Status: final response (author comments only)

RC1:
'Comment on egusphere-2023-2306', Anonymous Referee #1, 25 Nov 2023
In this article, the authors explore representations of evapotranspiration in the chemistry-climate model EMAC, and how this impacts air temperature as well as air pollution, focusing mainly on tropospheric O3. The remarks below need to be addressed before the manuscript can be accepted for publication.

This work presented is within the scope of the journal, and I think the results are robust and quite interesting. However, I have two major concerns:

I think the manuscript has a lot of build-up but then the implications on air quality are not discussed thoroughly. In other words, Section 3.5 needs to be expanded. I listed some suggestions below.

I had to re-read some text multiple times to understand what the authors wanted to say. I strongly recommend the re-writing of some parts. It would probably be a good idea to send the manuscript for proofreading.

General comments:

While reading the manuscript I came across words written in US English and British English. Please be consistent.

I think the manuscript would benefit from having an “Experimental design” section where you describe the experiment setup in detail. i.e., not just the relevant parameterisations, but also the submodules responsible for the land surface, vegetation, etc.

It is not clear what vegetation representation is being used. It was only later in L357/358 that I realised that you have no vegetation in your model. This should be made more clear. The suggestion above would help to clarify this.

Figure captions are way too short. Generally one should be able to understand the figure completely from the caption without referring to the main text (i.e. self-describing). E.g., Fig. 2 - “Anual mean maximum assimilation” Assimilation of what?

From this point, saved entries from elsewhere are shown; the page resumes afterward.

def _positions(frame: Frame, settings: SampleSettings, budget: int) -> Iterator[NDArray[np.int32]]:
    """A frame's sequence of top-left corners, (n, 2) at a time, none twice."""
    draw = rng(settings.seed, frame.path)
    step = frame.contract.lattice
    height, width = ((side - settings.size) // step + 1 for side in frame.shape)
    seen = np.zeros(0, np.int64)
    for _ in range(max(4, math.ceil(_PATIENCE * budget / _BLOCK))):
        block = draw.integers(0, height * width, size=_BLOCK)
        first = np.sort(np.unique(block, return_index=True)[1])
        fresh = block[first][~np.isin(block[first], seen)]
        if len(fresh):
            yield step * np.stack(np.divmod(fresh, width), axis=1).astype(np.int32)
        seen = np.concatenate([seen, fresh])
        if len(seen) == height * width:
            return


def _gather(
    samples: NDArray[np.generic], origin: NDArray[np.int32], size: int
) -> NDArray[np.generic]:
    """Patches (n, size * size * samples) of (h, w, samples) at top-left corners (n, 2)."""
    windows = sliding_window_view(samples, (size, size), axis=(0, 1))
    tiles = windows[origin[:, 0], origin[:, 1]]  # (n, samples, size, size)
    return np.moveaxis(tiles, 1, -1).reshape(len(origin), -1)


def _by_plane(rows: NDArray[Any], planes: int) -> NDArray[Any]:
    """Patches (n, d) as (n, pixels, samples); one plane stays as it is."""
    return rows if planes == 1 else rows.reshape(len(rows), rows.shape[1] // planes, planes)
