/* Is a strength at least a share of all values of a plane around it? */
static int tessary_edges_stands(const struct tessary_edges_search *s, int plane, int around, int x, int y, float share,
    float strength)
{
    const int w = s->picture.width, h = s->picture.height;
    const int left = x < around ? 0 : x - around, right = w - 1 - x < around ? w - 1 : x + around;
    const int top = y < around ? 0 : y - around, end = h - 1 - y < around ? h - 1 : y + around;
    const float *row = s->strength + ((size_t)plane * (size_t)h + (size_t)top) * (size_t)w;
    int i, j;
    for (j = top; j <= end; ++j, row += w) {
        for (i = left; i <= right; ++i) {
            if (!(strength >= tessary_edges_times(share, row[i]))) return 0;
        }
    }
    return 1;
}

/* The largest value of a plane around a pixel. */
static float tessary_edges_largest(const struct tessary_edges_search *s, int plane, int around, int x, int y)
{
    const int w = s->picture.width, h = s->picture.height;
    const int left = x < around ? 0 : x - around, right = w - 1 - x < around ? w - 1 : x + around;
    const int top = y < around ? 0 : y - around, end = h - 1 - y < around ? h - 1 : y + around;
    const float *row = s->strength + ((size_t)plane * (size_t)h + (size_t)top) * (size_t)w;
    float best = row[left];
    int i, j;
    for (j = top; j <= end; ++j, row += w) {
        for (i = left; i <= right; ++i) {
            if (row[i] > best) best = row[i];
        }
    }
    return best;
}

/* Is an edge sharp enough for a map, or is it left to an octave? */
static int tessary_edges_is_sharp(const struct tessary_edges_search *s, const struct tessary_edges_map *m, int x, int y)
{
    const int other = tessary_edges_maps[m->softer].plane;
    const float own = tessary_edges_largest(s, m->plane, m->soft_around, x, y);
    const float theirs = tessary_edges_largest(s, other, m->soft_around, x, y);
    return own >= tessary_edges_times(m->least, theirs) + 0.5f;
}

/* Mark the thinned elements of a map: 1 from low on, 2 from high on. */
static void tessary_edges_thin(const struct tessary_edges_search *s, const struct tessary_edges_map *m, float low, float high)
{
    const int w = s->picture.width, h = s->picture.height;
    const int rim = m->reach > 1 ? m->reach : 1;
    const size_t area = (size_t)w * (size_t)h;
    const float *const plane = s->strength + (size_t)m->plane * area;
    const unsigned char *const turns = s->turn + (size_t)m->plane * area;
    const float least = low > 1e-30f ? low : 1e-30f;
    int x, y;
    memset(s->weak, 0, area);
    for (y = rim; y < h - rim; ++y) {
        for (x = rim; x < w - rim; ++x) {
            const size_t at = (size_t)y * (size_t)w + (size_t)x;
            const float own = plane[at];
            const int turn = turns[at];
            if (!(own >= least)) continue;
            if (!(own > tessary_edges_beside(plane + at, w, &m->ahead[turn]))) continue;
            if (!(own >= tessary_edges_beside(plane + at, w, &m->behind[turn]))) continue;
            if (m->own > 0.0f && !tessary_edges_stands(s, m->plane, m->around, x, y, m->own, own)) continue;
            if (m->rival >= 0 && (s->lines_too || !m->rival_of_lines) &&
                !tessary_edges_stands(s, m->rival, m->around, x, y, m->other, own))
                continue;
            if (m->softer >= 0 && !tessary_edges_is_sharp(s, m, x, y)) continue;
            s->weak[at] = (unsigned char)(own >= high ? 2 : own >= low ? 1 : 0);
        }
    }
}

/* Weak elements that hang together with a strong one become strong. */
static void tessary_edges_hang_on(const struct tessary_edges_search *s)
{
    const int w = s->picture.width, area = w * s->picture.height;
    int at, depth = 0;
    for (at = 0; at < area; ++at) {
        if (s->weak[at] == 2) s->stack[depth++] = at;
    }
    while (depth > 0) {
        const int from = s->stack[--depth];
        int dx, dy;
        for (dy = -1; dy <= 1; ++dy) {
            for (dx = -1; dx <= 1; ++dx) {
                /* elements never lie on the rim, so all eight neighbours are in the picture */
                const int to = from + dy * w + dx;
                if (s->weak[to] == 1) {
                    s->weak[to] = 2;
                    s->stack[depth++] = to;
                }
            }
        }
    }
}

/* Take over a map's elements where finer maps found nothing near. */
static size_t tessary_edges_add(const struct tessary_edges_search *s, unsigned char *found, int number)
{
    const int w = s->picture.width, h = s->picture.height, mark = number + 1;
    const int apart = tessary_edges_maps[number].apart, beyond = (2 * apart + 1) * (2 * apart + 1);
    size_t count = 0;
    int x, y, dx, dy;
    for (y = 0; y < h; ++y) {
        for (x = 0; x < w; ++x) {
            const size_t at = (size_t)y * (size_t)w + (size_t)x;
            int clear = s->weak[at] == 2;
            if (!clear) continue;
            for (dy = -apart; clear && dy <= apart; ++dy) {
                for (dx = -apart; dx <= apart; ++dx) {
                    if (4 * (dx * dx + dy * dy) < beyond && x + dx >= 0 && x + dx < w &&
                        y + dy >= 0 && y + dy < h) {
                        const int other = found[(size_t)(y + dy) * (size_t)w + (size_t)(x + dx)];
                        if (other != 0 && other != mark) clear = 0;
                    }
                }
            }
            if (clear) {
                found[at] = (unsigned char)mark;
                ++count;
            }
        }
    }
    return count;
}

/* ---- where the responses alone put an element */

struct tessary_edges_start {
    double offset, theta, sd;
    int kind;
};

static int tessary_edges_within(int i, int size) { return i < 0 ? 0 : i >= size ? size - 1 : i; }

/* Weights of cubic convolution; Keys 1981. */
static void tessary_edges_cubic(double t, double *w)
{
    w[0] = ((-0.5 * t + 1.0) * t - 0.5) * t;
    w[1] = (1.5 * t - 2.5) * t * t + 1.0;
    w[2] = ((-1.5 * t + 2.0) * t + 0.5) * t;
    w[3] = (0.5 * t - 0.5) * t * t;
}

static double tessary_edges_sample(const struct tessary_edges_search *s, int kernel, double y, double x)
{
    /* y and x are not far below 0 */
    const int y0 = (int)(y + 2.0) - 2, x0 = (int)(x + 2.0) - 2;
    double across[4], down[4], total = 0.0;
    int i, j;
    tessary_edges_cubic(y - y0, down);
    tessary_edges_cubic(x - x0, across);
    for (j = 0; j < 4; ++j) {
        const float *const row =
            tessary_edges_band_row(s, kernel, tessary_edges_within(y0 + j - 1, s->picture.height));
        double line = 0.0;
        for (i = 0; i < 4; ++i)
            line += across[i] * (double)row[tessary_edges_within(x0 + i - 1, s->picture.width)];
        total += down[j] * line;
    }
    return total;
}

/* Place of the top of a parabola through values at -1, 0 and 1. */
static double tessary_edges_parabola(double before, double here, double after, double reach, double *bend)
{
    double top = 0.0;
    *bend = before - 2.0 * here + after;
    if (*bend < 0.0) {
        top = (before - after) / (2.0 * *bend);
        if (top > reach) top = reach;
        if (top < -reach) top = -reach;
    } else {
        *bend = 0.0;
    }
    return top;
}

/* Response in a lattice direction that may run off either end. */
static double tessary_edges_turned(const struct tessary_edges_search *s, const int *members, int count, int turn,
    int odd, int x, int y)
{
    const int off = turn < 0 || turn >= count;
    const int kernel = members[turn < 0 ? turn + count : turn >= count ? turn - count : turn];
    const double value = (double)tessary_edges_band_row(s, kernel, y)[x];
    return odd && off ? -value : value;
}

static void tessary_edges_begin(const struct tessary_edges_search *s, const struct tessary_edges_map *m, int x, int y, int turn,
    struct tessary_edges_start *b)
{
    const struct tessary_edges_plane *const p = &tessary_edges_planes[m->plane];
    int step = p->odd != NULL;
    const int *members;
    const double far = m->slack;
    double here, sign, before, after, bend, tilt, spare;
    if (p->odd != NULL && p->even != NULL) {
        const float o = tessary_edges_band_row(s, p->odd[turn], y)[x];
        const float e = tessary_edges_band_row(s, p->even[turn], y)[x];
        step = (o < 0.0f ? -o : o) >= (e < 0.0f ? -e : e);
    }
    members = step ? p->odd : p->even;
    here = (double)tessary_edges_band_row(s, members[turn], y)[x];
    sign = here < 0.0 ? -1.0 : 1.0;
    before = sign * tessary_edges_sample(s, members[turn], y - far * m->sine[turn],
        x - far * m->cosine[turn]);
    after = sign * tessary_edges_sample(s, members[turn], y + far * m->sine[turn],
        x + far * m->cosine[turn]);
    b->offset = far * tessary_edges_parabola(before, sign * here, after, 1.0, &bend);
    b->sd = far * (step ? m->slope_odd : m->slope_even)[turn] / (-bend > 1e-9 ? -bend : 1e-9);
    b->sd = far * (b->sd < 1.0 ? b->sd : 1.0);
    tilt = 0.0;
    if (p->count > 2) {
        before = sign * tessary_edges_turned(s, members, p->count, turn - 1, step, x, y);
        after = sign * tessary_edges_turned(s, members, p->count, turn + 1, step, x, y);
        tilt = tessary_edges_parabola(before, sign * here, after, 0.5, &spare);
    }
    b->theta = m->angle[turn] + tilt * 3.1415926535897931 / p->count;
    b->kind = step ? tessary_edges_STEP : sign > 0.0 ? tessary_edges_BRIGHT_LINE : tessary_edges_DARK_LINE;
    if (step && sign < 0.0) {
        b->theta += 3.1415926535897931;
        b->offset = -b->offset;
    }
}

Fig. 3 was not discussed enough in the text. Please update the figure’s caption (see above), and also provide the geographical extent of the areas considered.

I find some of your colour bars confusing. When using a diverging colour bar, please decide whether you want the min/max to be pointy or not, but be consistent! The min/max of the colour bars is misused in most of the figures presented.

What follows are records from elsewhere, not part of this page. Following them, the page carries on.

static tessary_features_TARGET_Q void tessary_features_FN(q_group2)(const int16_t *s, int32_t *t)
{
    int x;
    for (x = 0; x < tessary_features_CHUNK; x += tessary_features_WIDE) {
        const int16_t *k = tessary_features_group2_counts;
        tessary_features_FN(q32) a0 = tessary_features_FN(q_nought)(), b0 = a0;
        tessary_features_FN(q32) a1 = tessary_features_FN(q_nought)(), b1 = a1;
        tessary_features_FN(q32) a2 = tessary_features_FN(q_nought)(), b2 = a2;
        tessary_features_FN(q32) a3 = tessary_features_FN(q_nought)(), b3 = a3;
        int j;
        for (j = 0; j < 13; j += 1) {
            const int16_t *const r = s + (ptrdiff_t)(j) * tessary_features_LINE_Q + x + tessary_features_RADIUS;
            {
                const tessary_features_FN(q16) v = tessary_features_FN(q_sub)(tessary_features_FN(q_load)(r + 1), tessary_features_FN(q_load)(r - 1));
                const tessary_features_FN(q16) w = tessary_features_FN(q_sub)(tessary_features_FN(q_load)(r + 2), tessary_features_FN(q_load)(r - 2));
                tessary_features_PAIR(v, w);
                tessary_features_MAC(a0, b0, k + 0);
                tessary_features_MAC(a1, b1, k + 2);
                tessary_features_MAC(a2, b2, k + 4);
                tessary_features_MAC(a3, b3, k + 6);
                k += 8;
            }
            {
                const tessary_features_FN(q16) v = tessary_features_FN(q_sub)(tessary_features_FN(q_load)(r + 3), tessary_features_FN(q_load)(r - 3));
                const tessary_features_FN(q16) w = tessary_features_FN(q_sub)(tessary_features_FN(q_load)(r + 4), tessary_features_FN(q_load)(r - 4));
                tessary_features_PAIR(v, w);
                tessary_features_MAC(a0, b0, k + 0);
                tessary_features_MAC(a1, b1, k + 2);
                tessary_features_MAC(a2, b2, k + 4);
                tessary_features_MAC(a3, b3, k + 6);
                k += 8;
            }
            {
                const tessary_features_FN(q16) v = tessary_features_FN(q_sub)(tessary_features_FN(q_load)(r + 5), tessary_features_FN(q_load)(r - 5));
                const tessary_features_FN(q16) w = tessary_features_FN(q_sub)(tessary_features_FN(q_load)(r + 6), tessary_features_FN(q_load)(r - 6));
                tessary_features_PAIR(v, w);
                tessary_features_MAC(a0, b0, k + 0);
                tessary_features_MAC(a1, b1, k + 2);
                tessary_features_MAC(a2, b2, k + 4);
                tessary_features_MAC(a3, b3, k + 6);
                k += 8;
            }
            {
                const tessary_features_FN(q16) v = tessary_features_FN(q_sub)(tessary_features_FN(q_load)(r + 7), tessary_features_FN(q_load)(r - 7));
                const tessary_features_FN(q16) w = tessary_features_FN(q_sub)(tessary_features_FN(q_load)(r + 8), tessary_features_FN(q_load)(r - 8));
                tessary_features_PAIR(v, w);
                tessary_features_MAC(a0, b0, k + 0);
                tessary_features_MAC(a1, b1, k + 2);
                tessary_features_MAC(a2, b2, k + 4);
                tessary_features_MAC(a3, b3, k + 6);
                k += 8;
            }
            {
                const tessary_features_FN(q16) v = tessary_features_FN(q_sub)(tessary_features_FN(q_load)(r + 9), tessary_features_FN(q_load)(r - 9));
                const tessary_features_FN(q16) w = tessary_features_FN(q_sub)(tessary_features_FN(q_load)(r + 10), tessary_features_FN(q_load)(r - 10));
                tessary_features_PAIR(v, w);
                tessary_features_MAC(a0, b0, k + 0);
                tessary_features_MAC(a1, b1, k + 2);
                tessary_features_MAC(a2, b2, k + 4);
                tessary_features_MAC(a3, b3, k + 6);
                k += 8;
            }
            {
                const tessary_features_FN(q16) v = tessary_features_FN(q_sub)(tessary_features_FN(q_load)(r + 11), tessary_features_FN(q_load)(r - 11));
                const tessary_features_FN(q16) w = tessary_features_FN(q_sub)(tessary_features_FN(q_load)(r + 12), tessary_features_FN(q_load)(r - 12));
                tessary_features_PAIR(v, w);
                tessary_features_MAC(a0, b0, k + 0);
                tessary_features_MAC(a1, b1, k + 2);
                tessary_features_MAC(a2, b2, k + 4);
                tessary_features_MAC(a3, b3, k + 6);
                k += 8;
            }
        }
        tessary_features_FN(q_keep)(t + 0 * tessary_features_CHUNK + x, a0);
        tessary_features_FN(q_keep)(t + 0 * tessary_features_CHUNK + x + tessary_features_WIDE / 2, b0);
        tessary_features_FN(q_keep)(t + 1 * tessary_features_CHUNK + x, a1);
        tessary_features_FN(q_keep)(t + 1 * tessary_features_CHUNK + x + tessary_features_WIDE / 2, b1);
        tessary_features_FN(q_keep)(t + 3 * tessary_features_CHUNK + x, a2);
        tessary_features_FN(q_keep)(t + 3 * tessary_features_CHUNK + x + tessary_features_WIDE / 2, b2);
        tessary_features_FN(q_keep)(t + 5 * tessary_features_CHUNK + x, a3);
        tessary_features_FN(q_keep)(t + 5 * tessary_features_CHUNK + x + tessary_features_WIDE / 2, b3);
    }
}

static tessary_features_TARGET_Q void tessary_features_FN(q_group3)(const int16_t *s, int32_t *t)
{
    int x;
    for (x = 0; x < tessary_features_CHUNK; x += tessary_features_WIDE) {
        const int16_t *k = tessary_features_group3_counts;
        tessary_features_FN(q32) a0 = tessary_features_FN(q_nought)(), b0 = a0;
        tessary_features_FN(q32) a1 = tessary_features_FN(q_nought)(), b1 = a1;
        tessary_features_FN(q32) a2 = tessary_features_FN(q_nought)(), b2 = a2;
        tessary_features_FN(q32) a3 = tessary_features_FN(q_nought)(), b3 = a3;
        int j;
        for (j = 13; j < 25; j += 2) {
            const int16_t *const r = s + (ptrdiff_t)(j) * tessary_features_LINE_Q + x + tessary_features_RADIUS;
            const int16_t *const r2 = s + (ptrdiff_t)(j + 1) * tessary_features_LINE_Q + x + tessary_features_RADIUS;
            {
                const tessary_features_FN(q16) v = tessary_features_FN(q_load)(r);
                const tessary_features_FN(q16) w = tessary_features_FN(q_load)(r2);
                tessary_features_PAIR(v, w);
                tessary_features_MAC(a0, b0, k + 0);
                tessary_features_MAC(a1, b1, k + 2);
                tessary_features_MAC(a2, b2, k + 4);
                tessary_features_MAC(a3, b3, k + 6);
                k += 8;
            }
            {
                const tessary_features_FN(q16) v = tessary_features_FN(q_add)(tessary_features_FN(q_load)(r + 1), tessary_features_FN(q_load)(r - 1));
                const tessary_features_FN(q16) w = tessary_features_FN(q_add)(tessary_features_FN(q_load)(r2 + 1), tessary_features_FN(q_load)(r2 - 1));
                tessary_features_PAIR(v, w);
                tessary_features_MAC(a0, b0, k + 0);
                tessary_features_MAC(a1, b1, k + 2);
                tessary_features_MAC(a2, b2, k + 4);
                tessary_features_MAC(a3, b3, k + 6);
                k += 8;
            }
            {
                const tessary_features_FN(q16) v = tessary_features_FN(q_add)(tessary_features_FN(q_load)(r + 2), tessary_features_FN(q_load)(r - 2));
                const tessary_features_FN(q16) w = tessary_features_FN(q_add)(tessary_features_FN(q_load)(r2 + 2), tessary_features_FN(q_load)(r2 - 2));
                tessary_features_PAIR(v, w);
                tessary_features_MAC(a0, b0, k + 0);
                tessary_features_MAC(a1, b1, k + 2);
                tessary_features_MAC(a2, b2, k + 4);
                tessary_features_MAC(a3, b3, k + 6);
                k += 8;
            }
            {
                const tessary_features_FN(q16) v = tessary_features_FN(q_add)(tessary_features_FN(q_load)(r + 3), tessary_features_FN(q_load)(r - 3));
                const tessary_features_FN(q16) w = tessary_features_FN(q_add)(tessary_features_FN(q_load)(r2 + 3), tessary_features_FN(q_load)(r2 - 3));
                tessary_features_PAIR(v, w);
                tessary_features_MAC(a0, b0, k + 0);
                tessary_features_MAC(a1, b1, k + 2);
                tessary_features_MAC(a2, b2, k + 4);
                tessary_features_MAC(a3, b3, k + 6);
                k += 8;
            }
            {
                const tessary_features_FN(q16) v = tessary_features_FN(q_add)(tessary_features_FN(q_load)(r + 4), tessary_features_FN(q_load)(r - 4));
                const tessary_features_FN(q16) w = tessary_features_FN(q_add)(tessary_features_FN(q_load)(r2 + 4), tessary_features_FN(q_load)(r2 - 4));
                tessary_features_PAIR(v, w);
                tessary_features_MAC(a0, b0, k + 0);
                tessary_features_MAC(a1, b1, k + 2);
                tessary_features_MAC(a2, b2, k + 4);
                tessary_features_MAC(a3, b3, k + 6);
                k += 8;
            }
            {
                const tessary_features_FN(q16) v = tessary_features_FN(q_add)(tessary_features_FN(q_load)(r + 5), tessary_features_FN(q_load)(r - 5));
                const tessary_features_FN(q16) w = tessary_features_FN(q_add)(tessary_features_FN(q_load)(r2 + 5), tessary_features_FN(q_load)(r2 - 5));
                tessary_features_PAIR(v, w);
                tessary_features_MAC(a0, b0, k + 0);
                tessary_features_MAC(a1, b1, k + 2);
                tessary_features_MAC(a2, b2, k + 4);
                tessary_features_MAC(a3, b3, k + 6);
                k += 8;
            }
            {
                const tessary_features_FN(q16) v = tessary_features_FN(q_add)(tessary_features_FN(q_load)(r + 6), tessary_features_FN(q_load)(r - 6));
                const tessary_features_FN(q16) w = tessary_features_FN(q_add)(tessary_features_FN(q_load)(r2 + 6), tessary_features_FN(q_load)(r2 - 6));
                tessary_features_PAIR(v, w);
                tessary_features_MAC(a0, b0, k + 0);
                tessary_features_MAC(a1, b1, k + 2);
                tessary_features_MAC(a2, b2, k + 4);
                tessary_features_MAC(a3, b3, k + 6);
                k += 8;
            }
            {
                const tessary_features_FN(q16) v = tessary_features_FN(q_add)(tessary_features_FN(q_load)(r + 7), tessary_features_FN(q_load)(r - 7));
                const tessary_features_FN(q16) w = tessary_features_FN(q_add)(tessary_features_FN(q_load)(r2 + 7), tessary_features_FN(q_load)(r2 - 7));
                tessary_features_PAIR(v, w);
                tessary_features_MAC(a0, b0, k + 0);
                tessary_features_MAC(a1, b1, k + 2);
                tessary_features_MAC(a2, b2, k + 4);
                tessary_features_MAC(a3, b3, k + 6);
                k += 8;
            }
            {
                const tessary_features_FN(q16) v = tessary_features_FN(q_add)(tessary_features_FN(q_load)(r + 8), tessary_features_FN(q_load)(r - 8));
                const tessary_features_FN(q16) w = tessary_features_FN(q_add)(tessary_features_FN(q_load)(r2 + 8), tessary_features_FN(q_load)(r2 - 8));
                tessary_features_PAIR(v, w);
                tessary_features_MAC(a0, b0, k + 0);
                tessary_features_MAC(a1, b1, k + 2);
                tessary_features_MAC(a2, b2, k + 4);
                tessary_features_MAC(a3, b3, k + 6);
                k += 8;
            }
            {
                const tessary_features_FN(q16) v = tessary_features_FN(q_add)(tessary_features_FN(q_load)(r + 9), tessary_features_FN(q_load)(r - 9));
                const tessary_features_FN(q16) w = tessary_features_FN(q_add)(tessary_features_FN(q_load)(r2 + 9), tessary_features_FN(q_load)(r2 - 9));
                tessary_features_PAIR(v, w);
                tessary_features_MAC(a0, b0, k + 0);
                tessary_features_MAC(a1, b1, k + 2);
                tessary_features_MAC(a2, b2, k + 4);
                tessary_features_MAC(a3, b3, k + 6);
                k += 8;
            }
            {
                const tessary_features_FN(q16) v = tessary_features_FN(q_add)(tessary_features_FN(q_load)(r + 10), tessary_features_FN(q_load)(r - 10));
                const tessary_features_FN(q16) w = tessary_features_FN(q_add)(tessary_features_FN(q_load)(r2 + 10), tessary_features_FN(q_load)(r2 - 10));
                tessary_features_PAIR(v, w);
                tessary_features_MAC(a0, b0, k + 0);
                tessary_features_MAC(a1, b1, k + 2);
                tessary_features_MAC(a2, b2, k + 4);
                tessary_features_MAC(a3, b3, k + 6);
                k += 8;
            }
            {
                const tessary_features_FN(q16) v = tessary_features_FN(q_add)(tessary_features_FN(q_load)(r + 11), tessary_features_FN(q_load)(r - 11));
                const tessary_features_FN(q16) w = tessary_features_FN(q_add)(tessary_features_FN(q_load)(r2 + 11), tessary_features_FN(q_load)(r2 - 11));
                tessary_features_PAIR(v, w);
                tessary_features_MAC(a0, b0, k + 0);
                tessary_features_MAC(a1, b1, k + 2);
                tessary_features_MAC(a2, b2, k + 4);
                tessary_features_MAC(a3, b3, k + 6);
                k += 8;
            }
            {
                const tessary_features_FN(q16) v = tessary_features_FN(q_add)(tessary_features_FN(q_load)(r + 12), tessary_features_FN(q_load)(r - 12));
                const tessary_features_FN(q16) w = tessary_features_FN(q_add)(tessary_features_FN(q_load)(r2 + 12), tessary_features_FN(q_load)(r2 - 12));
                tessary_features_PAIR(v, w);
                tessary_features_MAC(a0, b0, k + 0);
                tessary_features_MAC(a1, b1, k + 2);
                tessary_features_MAC(a2, b2, k + 4);
                tessary_features_MAC(a3, b3, k + 6);
                k += 8;
            }
        }
        tessary_features_FN(q_keep)(t + 2 * tessary_features_CHUNK + x, a0);
        tessary_features_FN(q_keep)(t + 2 * tessary_features_CHUNK + x + tessary_features_WIDE / 2, b0);
        tessary_features_FN(q_keep)(t + 4 * tessary_features_CHUNK + x, a1);
        tessary_features_FN(q_keep)(t + 4 * tessary_features_CHUNK + x + tessary_features_WIDE / 2, b1);
        tessary_features_FN(q_keep)(t + 6 * tessary_features_CHUNK + x, a2);
        tessary_features_FN(q_keep)(t + 6 * tessary_features_CHUNK + x + tessary_features_WIDE / 2, b2);
        tessary_features_FN(q_keep)(t + 7 * tessary_features_CHUNK + x, a3);
        tessary_features_FN(q_keep)(t + 7 * tessary_features_CHUNK + x + tessary_features_WIDE / 2, b3);
    }
}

Fig. 4 - Fix the colour bar for subplot (a). Caption - Which panels are from EMAC and which are not?

Fig. 8 - Color bars. Why do you have a change in stomatal conductance over deserted regions, e.g., the Sahara desert? Please explain this, and if the values are negligible consider applying a mask.

Section 3.5: In the supplement, you show a strong decrease in isoprene mixing ratios. Could you also show the absolute difference not just the relative (%) change?
From Fig. 6 I would expect a strong increase in isoprene emissions given the increase in surface temperatures. Would be nice to dig in deeper here and quantify the increase in surface isoprene emissions and see how this increase compares to the decrease in isoprene concentrations from enhanced OH oxidation. Also, provide details on the isoprene emissions and sensitivities. Are you using MEGAN?

Fig. S1: In some places over Africa (e.g. 20-30 deg S), you show a decrease in the OH radicals but this does not correspond to an increase in isoprene. Why is that? This seems to violate your hypothesis that isoprene concentrations go lower because of increased loss by OH. Similarly, could you explain the hotspot (increase in isoprene) over Antarctica where there are no apparent corresponding changes in OH?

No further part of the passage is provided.